School‐Level Actions
- Using the USC‐wide return to work phase system, agree on standards of activity that are appropriate to each phase with their principal investigators. Ensure that while restrictive measures are still in place, all stakeholders agree to respect these standards of activity.
- For laboratory or office‐space research: individual PIs will be asked to provide a research transition plan to gradually restore research in their research spaces. This must include a description, for each campus research phase, of what activities would be carried out and by whom, what peak personnel density are being proposed for each of their research spaces, any plans to implement shifts (while maintaining lab safety), and the necessary department or school level staff support they are assuming for each phase in their plan. This plan must adhere to specified conditions of social distancing and hygiene. A departmental plan, calibrated to the same campus research phase scale, should be developed for the usage of all shared instrumentation facilities.

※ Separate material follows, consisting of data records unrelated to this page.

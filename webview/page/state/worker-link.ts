import type { Problem } from '../../../core/problem.ts';
import { Shelf } from '../../../core/proof/shelf.ts';

/** What stands in the place of an answer that there is none of. */
export interface Failed {
  readonly problem: Problem;
}

/** What every worker of a page says. A `key` of null means what was opened as a whole. */
export type Said<A> =
  | { readonly kind: 'answer'; readonly revision: number; readonly key: string; readonly answer: A }
  | { readonly kind: 'problem'; readonly revision: number; readonly key: string | null; readonly problem: Problem };

/** What every worker of a page is asked, beside what it is to open. */
export interface Asked<W> {
  readonly kind: 'want';
  readonly revision: number;
  readonly wants: readonly { readonly key: string; readonly want: W }[];
}

/** A page's side of its worker: what is wanted goes out, answers are kept by want. */
export abstract class WorkerLink<
  W,
  A,
  To extends { readonly kind: 'open' },
  From extends { readonly revision: number },
> {
  readonly #worker: Worker;
  readonly #answers: Shelf<A | Failed>;
  #revision = 0;
  #sent = '';
  problem: Problem | null = null;

  constructor(worker: Worker, changed: () => void, sizeOf: (answer: A | Failed) => number) {
    this.#worker = worker;
    this.#answers = new Shelf(ANSWER_BYTES, sizeOf);
    worker.onmessage = ({ data }: MessageEvent<From>) => {
      if (data.revision !== this.#revision) return;
      this.take(data);
      changed();
    };
    worker.onerror = (event) => {
      this.problem = { code: 'unexpected', severity: 'error', values: { reason: event.message ?? 'worker' } };
      changed();
    };
  }

  /** In the order in which they are needed. What is known is not asked for again. */
  want(wants: readonly W[]): void {
    if (!this.isReady()) return;
    const keyed = new Map(wants.map((want) => [this.keyOf(want), want]));
    const open = [...keyed].filter(([key]) => this.#answers.get(key) === undefined);
    const list = open.map(([key]) => key).join('\n');
    if (list === this.#sent) return;
    this.#sent = list;
    const asked: Asked<W> = {
      kind: 'want',
      revision: this.#revision,
      wants: open.map(([key, want]) => ({ key, want })),
    };
    this.#worker.postMessage(asked, []);
  }

  close(): void {
    this.#worker.terminate();
  }

  /** Whether anything can be asked of what is open. */
  protected abstract isReady(): boolean;

  /** Equal for wants of one answer. */
  protected abstract keyOf(want: W): string;

  /** Takes a message about what is open now. */
  protected abstract take(message: From): void;

  /** Another file, or other bytes of the same: what was answered before is forgotten. */
  protected openNext(what: Omit<To, 'kind' | 'revision'>, buffers: Transferable[]): void {
    this.#revision++;
    this.#sent = '';
    this.#answers.clear();
    this.problem = null;
    this.#worker.postMessage({ kind: 'open', revision: this.#revision, ...what }, buffers);
  }

  protected keep(said: Said<A>): void {
    if (said.kind === 'answer') this.#answers.put(said.key, said.answer);
    else if (said.key === null) this.problem = said.problem;
    else this.#answers.put(said.key, { problem: said.problem });
  }

  protected answerTo(want: W): A | Failed | undefined {
    return this.#answers.get(this.keyOf(want));
  }
}

/** Bytes of answers that a page keeps, so that going back is immediate. */
const ANSWER_BYTES = 160 * 1024 * 1024;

- For Clinical Research: Schools have the responsibility of reviewing plans for dedicated research facilities before they can begin supporting direct contact human subjects research. Note: Clinical care facilities will have responsibility for developing and approving plans to support research in clinical spaces. IRBs will have responsibility for reviewing and approving individual protocols in either type of on‐campus facility.
- Departments (or for smaller units, schools) will appoint a faculty task force to oversee the return to work plan. The PI research transition plans will be carefully reviewed by this task force and by department chairs (or vice deans). The task force will critically review each plan and require refinements from PIs to lead to common standards of risk, protection of students and postdocs, across a department’s groups. The department chair must be able to defend the full set of plans adopted by the department.
- Schools/departments will assign workplace coordinator(s) (possibly one per building) responsible for potential impact on the workplace. They will apply the research ramp‐up protocol to the specific unit/building/lab. They should meet regularly (at least monthly) with the appropriate school‐level administrator to ensure consistency across buildings/departments within a school.
- For USC doctoral trainees working in off‐site (e.g., the Buck Institute in Northern California), a research transition plan should be provided by the local supervisor for review at USC.
- Departmental research transition plans will be reviewed and discussed with the school executive vice dean/divisional dean or vice/associate dean for research. Working through the research vice/associate deans group convened by the vice president of research, finalized school‐recommended plans will be shared with and approved by the vice president of research and the provost.